# WHAT TO DO
Please repeat each entry. Match every word exactly.

Extracted records

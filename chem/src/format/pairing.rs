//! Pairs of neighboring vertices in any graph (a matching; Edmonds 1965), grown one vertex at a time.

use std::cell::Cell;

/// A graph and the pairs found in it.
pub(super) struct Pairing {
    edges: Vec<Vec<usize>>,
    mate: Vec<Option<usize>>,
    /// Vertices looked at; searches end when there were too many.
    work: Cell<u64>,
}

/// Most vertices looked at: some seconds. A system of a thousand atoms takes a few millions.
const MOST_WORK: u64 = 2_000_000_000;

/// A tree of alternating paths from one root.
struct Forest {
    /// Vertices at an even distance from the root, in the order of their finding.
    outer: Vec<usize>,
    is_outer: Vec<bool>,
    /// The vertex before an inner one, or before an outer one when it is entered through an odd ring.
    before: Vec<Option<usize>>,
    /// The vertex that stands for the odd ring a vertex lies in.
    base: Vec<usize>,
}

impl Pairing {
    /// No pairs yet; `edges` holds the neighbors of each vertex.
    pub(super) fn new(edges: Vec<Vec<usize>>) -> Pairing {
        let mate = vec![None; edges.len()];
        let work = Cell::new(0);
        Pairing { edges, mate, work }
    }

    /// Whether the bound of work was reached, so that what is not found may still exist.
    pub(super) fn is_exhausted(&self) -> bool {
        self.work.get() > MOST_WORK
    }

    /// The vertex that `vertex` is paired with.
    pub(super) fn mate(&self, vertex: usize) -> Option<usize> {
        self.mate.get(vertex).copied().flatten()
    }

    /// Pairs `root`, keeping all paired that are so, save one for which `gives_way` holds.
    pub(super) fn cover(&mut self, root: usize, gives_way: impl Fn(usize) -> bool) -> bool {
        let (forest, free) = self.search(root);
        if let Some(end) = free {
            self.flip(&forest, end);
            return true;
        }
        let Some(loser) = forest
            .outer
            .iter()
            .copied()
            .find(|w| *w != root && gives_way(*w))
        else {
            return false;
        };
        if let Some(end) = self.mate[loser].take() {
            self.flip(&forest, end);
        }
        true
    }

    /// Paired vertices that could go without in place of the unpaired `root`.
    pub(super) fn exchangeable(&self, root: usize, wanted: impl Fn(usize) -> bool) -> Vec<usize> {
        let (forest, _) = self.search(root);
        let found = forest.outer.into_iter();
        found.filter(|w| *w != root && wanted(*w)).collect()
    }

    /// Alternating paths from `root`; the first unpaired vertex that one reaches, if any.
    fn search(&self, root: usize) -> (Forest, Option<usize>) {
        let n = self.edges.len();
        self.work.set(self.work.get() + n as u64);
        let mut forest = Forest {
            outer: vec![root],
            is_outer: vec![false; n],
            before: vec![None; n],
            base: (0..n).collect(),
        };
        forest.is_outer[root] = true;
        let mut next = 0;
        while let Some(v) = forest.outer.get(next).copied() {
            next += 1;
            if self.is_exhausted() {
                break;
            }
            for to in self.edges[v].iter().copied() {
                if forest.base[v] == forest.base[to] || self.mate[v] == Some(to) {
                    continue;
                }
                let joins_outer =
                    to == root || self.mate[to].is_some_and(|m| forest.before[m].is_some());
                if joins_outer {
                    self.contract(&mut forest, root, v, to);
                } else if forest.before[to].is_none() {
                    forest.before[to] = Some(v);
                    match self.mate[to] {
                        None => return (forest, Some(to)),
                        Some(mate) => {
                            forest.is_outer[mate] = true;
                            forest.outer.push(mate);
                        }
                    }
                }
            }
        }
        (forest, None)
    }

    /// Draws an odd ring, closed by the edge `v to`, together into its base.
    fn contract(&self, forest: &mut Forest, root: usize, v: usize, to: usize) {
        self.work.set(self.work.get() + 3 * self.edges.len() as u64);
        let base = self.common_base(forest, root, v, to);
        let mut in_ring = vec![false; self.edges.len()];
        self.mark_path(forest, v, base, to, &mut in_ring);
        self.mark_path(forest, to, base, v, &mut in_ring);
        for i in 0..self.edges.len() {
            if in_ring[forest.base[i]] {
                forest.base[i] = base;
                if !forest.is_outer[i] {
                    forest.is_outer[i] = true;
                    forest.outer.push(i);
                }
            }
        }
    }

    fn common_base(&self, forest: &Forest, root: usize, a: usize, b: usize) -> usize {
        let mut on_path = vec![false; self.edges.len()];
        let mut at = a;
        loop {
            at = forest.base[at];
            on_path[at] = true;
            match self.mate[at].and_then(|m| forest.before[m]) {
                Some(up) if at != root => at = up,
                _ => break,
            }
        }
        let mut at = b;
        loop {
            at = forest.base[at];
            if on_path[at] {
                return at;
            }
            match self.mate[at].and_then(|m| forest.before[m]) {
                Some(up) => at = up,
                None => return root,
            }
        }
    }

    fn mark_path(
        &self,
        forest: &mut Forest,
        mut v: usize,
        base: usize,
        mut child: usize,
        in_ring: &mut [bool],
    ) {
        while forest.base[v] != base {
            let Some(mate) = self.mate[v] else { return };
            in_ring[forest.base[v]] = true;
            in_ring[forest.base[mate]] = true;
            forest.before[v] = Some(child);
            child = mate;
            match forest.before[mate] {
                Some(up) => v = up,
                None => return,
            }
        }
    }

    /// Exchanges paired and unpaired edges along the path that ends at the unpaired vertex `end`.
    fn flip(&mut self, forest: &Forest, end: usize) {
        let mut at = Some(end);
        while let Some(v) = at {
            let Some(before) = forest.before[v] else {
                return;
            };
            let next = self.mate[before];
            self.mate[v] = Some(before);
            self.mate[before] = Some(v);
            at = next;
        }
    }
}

# EXPECTED ANSWER
filename chem/src/format/pairing.rs
//! Pairs of neighboring vertices in any graph (a matching; Edmonds 1965), grown one vertex at a time.

use std::cell::Cell;

/// A graph and the pairs found in it.
pub(super) struct Pairing {
    edges: Vec<Vec<usize>>,
    mate: Vec<Option<usize>>,
    /// Vertices looked at; searches end when there were too many.
    work: Cell<u64>,
}

/// Most vertices looked at: some seconds. A system of a thousand atoms takes a few millions.
const MOST_WORK: u64 = 2_000_000_000;

/// A tree of alternating paths from one root.
struct Forest {
    /// Vertices at an even distance from the root, in the order of their finding.
    outer: Vec<usize>,
    is_outer: Vec<bool>,
    /// The vertex before an inner one, or before an outer one when it is entered through an odd ring.
    before: Vec<Option<usize>>,
    /// The vertex that stands for the odd ring a vertex lies in.
    base: Vec<usize>,
}

impl Pairing {
    /// No pairs yet; `edges` holds the neighbors of each vertex.
    pub(super) fn new(edges: Vec<Vec<usize>>) -> Pairing {
        let mate = vec![None; edges.len()];
        let work = Cell::new(0);
        Pairing { edges, mate, work }
    }

    /// Whether the bound of work was reached, so that what is not found may still exist.
    pub(super) fn is_exhausted(&self) -> bool {
        self.work.get() > MOST_WORK
    }

    /// The vertex that `vertex` is paired with.
    pub(super) fn mate(&self, vertex: usize) -> Option<usize> {
        self.mate.get(vertex).copied().flatten()
    }

    /// Pairs `root`, keeping all paired that are so, save one for which `gives_way` holds.
    pub(super) fn cover(&mut self, root: usize, gives_way: impl Fn(usize) -> bool) -> bool {
        let (forest, free) = self.search(root);
        if let Some(end) = free {
            self.flip(&forest, end);
            return true;
        }
        let Some(loser) = forest
            .outer
            .iter()
            .copied()
            .find(|w| *w != root && gives_way(*w))
        else {
            return false;
        };
        if let Some(end) = self.mate[loser].take() {
            self.flip(&forest, end);
        }
        true
    }

    /// Paired vertices that could go without in place of the unpaired `root`.
    pub(super) fn exchangeable(&self, root: usize, wanted: impl Fn(usize) -> bool) -> Vec<usize> {
        let (forest, _) = self.search(root);
        let found = forest.outer.into_iter();
        found.filter(|w| *w != root && wanted(*w)).collect()
    }

    /// Alternating paths from `root`; the first unpaired vertex that one reaches, if any.
    fn search(&self, root: usize) -> (Forest, Option<usize>) {
        let n = self.edges.len();
        self.work.set(self.work.get() + n as u64);
        let mut forest = Forest {
            outer: vec![root],
            is_outer: vec![false; n],
            before: vec![None; n],
            base: (0..n).collect(),
        };
        forest.is_outer[root] = true;
        let mut next = 0;
        while let Some(v) = forest.outer.get(next).copied() {
            next += 1;
            if self.is_exhausted() {
                break;
            }
            for to in self.edges[v].iter().copied() {
                if forest.base[v] == forest.base[to] || self.mate[v] == Some(to) {
                    continue;
                }
                let joins_outer =
                    to == root || self.mate[to].is_some_and(|m| forest.before[m].is_some());
                if joins_outer {
                    self.contract(&mut forest, root, v, to);
                } else if forest.before[to].is_none() {
                    forest.before[to] = Some(v);
                    match self.mate[to] {
                        None => return (forest, Some(to)),
                        Some(mate) => {
                            forest.is_outer[mate] = true;
                            forest.outer.push(mate);
                        }
                    }
                }
            }
        }
        (forest, None)
    }

    /// Draws an odd ring, closed by the edge `v to`, together into its base.
    fn contract(&self, forest: &mut Forest, root: usize, v: usize, to: usize) {
        self.work.set(self.work.get() + 3 * self.edges.len() as u64);
        let base = self.common_base(forest, root, v, to);
        let mut in_ring = vec![false; self.edges.len()];
        self.mark_path(forest, v, base, to, &mut in_ring);
        self.mark_path(forest, to, base, v, &mut in_ring);
        for i in 0..self.edges.len() {
            if in_ring[forest.base[i]] {
                forest.base[i] = base;
                if !forest.is_outer[i] {
                    forest.is_outer[i] = true;
                    forest.outer.push(i);
                }
            }
        }
    }

    fn common_base(&self, forest: &Forest, root: usize, a: usize, b: usize) -> usize {
        let mut on_path = vec![false; self.edges.len()];
        let mut at = a;
        loop {
            at = forest.base[at];
            on_path[at] = true;
            match self.mate[at].and_then(|m| forest.before[m]) {
                Some(up) if at != root => at = up,
                _ => break,
            }
        }
        let mut at = b;
        loop {
            at = forest.base[at];
            if on_path[at] {
                return at;
            }
            match self.mate[at].and_then(|m| forest.before[m]) {
                Some(up) => at = up,
                None => return root,
            }
        }
    }

    fn mark_path(
        &self,
        forest: &mut Forest,
        mut v: usize,
        base: usize,
        mut child: usize,
        in_ring: &mut [bool],
    ) {
        while forest.base[v] != base {
            let Some(mate) = self.mate[v] else { return };
            in_ring[forest.base[v]] = true;
            in_ring[forest.base[mate]] = true;
            forest.before[v] = Some(child);
            child = mate;
            match forest.before[mate] {
                Some(up) => v = up,
                None => return,
            }
        }
    }

    /// Exchanges paired and unpaired edges along the path that ends at the unpaired vertex `end`.
    fn flip(&mut self, forest: &Forest, end: usize) {
        let mut at = Some(end);
        while let Some(v) = at {
            let Some(before) = forest.before[v] else {
                return;
            };
            let next = self.mate[before];
            self.mate[v] = Some(before);
            self.mate[before] = Some(v);
            at = next;
        }
    }
}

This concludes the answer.